What the task requires.
Where does the string "coordinates" appear? Copy every line of the entries below that holds it.
Data to process Start Marker
def _stage_effects(y, qq, *, t, correction, season, q, min_slope, min_valid, min_step, confidence, min_segment):
    tests = rank_tests(y, t, correction=correction, season=season)
    effects = effect_sizes(y, t, confidence=confidence, min_segment=min_segment, season=season)
    q_value = qq[..., 0]
    change_q = qq[..., 1]
    label, change_index, step = label_trajectories(
        tests, effects, q_value, change_q, q=q, min_slope=min_slope, min_valid=min_valid, min_step=min_step
    )
    f32 = np.float32
    return (
        label.astype(np.int8),
        effects.slope.astype(f32),
        effects.slope_low.astype(f32),
        effects.slope_high.astype(f32),
        effects.intercept.astype(f32),
        tests.tau.astype(f32),
        tests.p_value.astype(f32),
        q_value.astype(f32),
        change_index.astype(np.int32),
        tests.change_p.astype(f32),
        change_q.astype(f32),
        step.astype(f32),
        tests.n_valid.astype(np.int16),
    )


def _index_to_date(index, *, times):
    out = np.full(index.shape, np.datetime64("NaT"), dtype="datetime64[ns]")
    ok = index >= 0
    out[ok] = times[index[ok]]
    return out


# --------------------------------------------------------------------------------------------------
# helpers on the product


def _fractions_of(fractions_ds) -> xr.DataArray:
    if isinstance(fractions_ds, xr.DataArray):
        fr = fractions_ds
    elif isinstance(fractions_ds, xr.Dataset):
        if "fractions" not in fractions_ds.data_vars:
            raise InputError(
                "the dataset has no 'fractions' variable (found: "
                f"{', '.join(map(str, fractions_ds.data_vars)) or 'none'}); give a fractions product "
                "written by 'unmix fractions'"
            )
        fr = fractions_ds["fractions"]
    else:
        raise InputError(f"trend_cube needs an xarray Dataset or DataArray, got {type(fractions_ds).__name__}")
    need = ("time", "endmember", "y", "x")
    if set(fr.dims) != set(need):
        raise ShapeError(f"fractions must have dims {need}; got {fr.dims}")
    if "time" not in fr.coords or not np.issubdtype(fr["time"].dtype, np.datetime64):
        raise InputError("fractions need a 'time' coordinate of real dates (datetime64); re-create the product")
    if fr.sizes["time"] < 3:
        raise InputError(f"fractions hold {fr.sizes['time']} dates; trends need at least 3 (8 by default)")
    if not np.issubdtype(fr.dtype, np.floating):
        fr = fr.astype(np.float32)
    return fr.transpose(*need)


# --------------------------------------------------------------------------------------------------
# the public function
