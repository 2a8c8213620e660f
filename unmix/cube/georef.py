"""Georeferencing of labelled cubes: CRS and affine transform from a ``spatial_ref`` coordinate,
attributes or the x/y coordinates, and the pixel area. No paths are opened here."""

from __future__ import annotations

import numpy as np
import xarray as xr

__all__ = ["georef_of", "pixel_area_m2", "transform_from_coords"]


def transform_from_coords(obj: xr.Dataset | xr.DataArray) -> tuple[float, ...] | None:
    """Affine (a, b, c, d, e, f) from regularly spaced pixel-centre ``x``/``y`` coordinates."""
    if "x" not in obj.coords or "y" not in obj.coords:
        return None
    x = np.asarray(obj["x"].values, dtype="float64")
    y = np.asarray(obj["y"].values, dtype="float64")
    if x.size < 2 or y.size < 2:
        return None
    dx = (x[-1] - x[0]) / (x.size - 1)
    dy = (y[-1] - y[0]) / (y.size - 1)
    return (dx, 0.0, x[0] - dx / 2, 0.0, dy, y[0] - dy / 2)


def georef_of(obj: xr.Dataset | xr.DataArray) -> tuple[str | None, tuple[float, ...] | None]:
    """(crs_wkt, transform) found on ``obj``: ``spatial_ref`` coordinate first, then attributes."""
    wkt = None
    transform = None
    if "spatial_ref" in obj.coords:
        sr = obj.coords["spatial_ref"].attrs
        wkt = sr.get("crs_wkt") or sr.get("spatial_ref")
        gt = sr.get("GeoTransform")
        if gt:
            c, a, b, f, d, e = (float(v) for v in str(gt).split())
            transform = (a, b, c, d, e, f)
    variables = [obj] if isinstance(obj, xr.DataArray) else [obj, *obj.data_vars.values()]
    for item in variables:
        if wkt is None and item.attrs.get("crs_wkt"):
            wkt = item.attrs["crs_wkt"]
        if transform is None and item.attrs.get("transform") is not None:
            transform = tuple(float(v) for v in np.ravel(item.attrs["transform"])[:6])
    if transform is None:
        transform = transform_from_coords(obj)
    return wkt, transform


def pixel_area_m2(ds) -> tuple[float, str]:
    """Pixel area [m^2] from the grid mapping / transform / x-y spacing, and a note on how it was found."""
    wkt, transform = georef_of(ds)
    if transform is None:
        return float("nan"), "unknown pixel size (fewer than 2 pixels along x or y and no transform)"
    if wkt:
        try:
            from rasterio.crs import CRS

            if CRS.from_wkt(wkt).is_geographic:
                return float("nan"), "geographic CRS (degrees): reproject to a projected CRS for areas"
        except Exception:  # an unreadable WKT: fall back to assuming metres
            pass
    from ..trajectory.areas import pixel_area

    return pixel_area(transform), "pixel area from the grid transform, map units taken as metres"
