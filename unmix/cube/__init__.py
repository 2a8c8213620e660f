"""xarray/dask layer: maps the kernels over lazy labelled cubes. No paths, no printing.

The mapping functions are imported on first use, so a command that needs one of them does not
pay for importing the others (the trend machinery, MESMA).
"""

from __future__ import annotations

import importlib
from typing import Any

__all__ = ["mesma_cube", "trend_cube", "unmix_cube"]

_HOMES = {"unmix_cube": ".fractions", "mesma_cube": ".mesma", "trend_cube": ".trends"}


def __getattr__(name: str) -> Any:
    if name in _HOMES:
        return getattr(importlib.import_module(_HOMES[name], __name__), name)
    raise AttributeError(f"module {__name__!r} has no attribute {name!r}")


def __dir__() -> list[str]:
    return sorted(list(globals()) + __all__)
Data to process End Marker
Task answer.
attributes or the x/y coordinates, and the pixel area. No paths are opened here."""
    """Affine (a, b, c, d, e, f) from regularly spaced pixel-centre ``x``/``y`` coordinates."""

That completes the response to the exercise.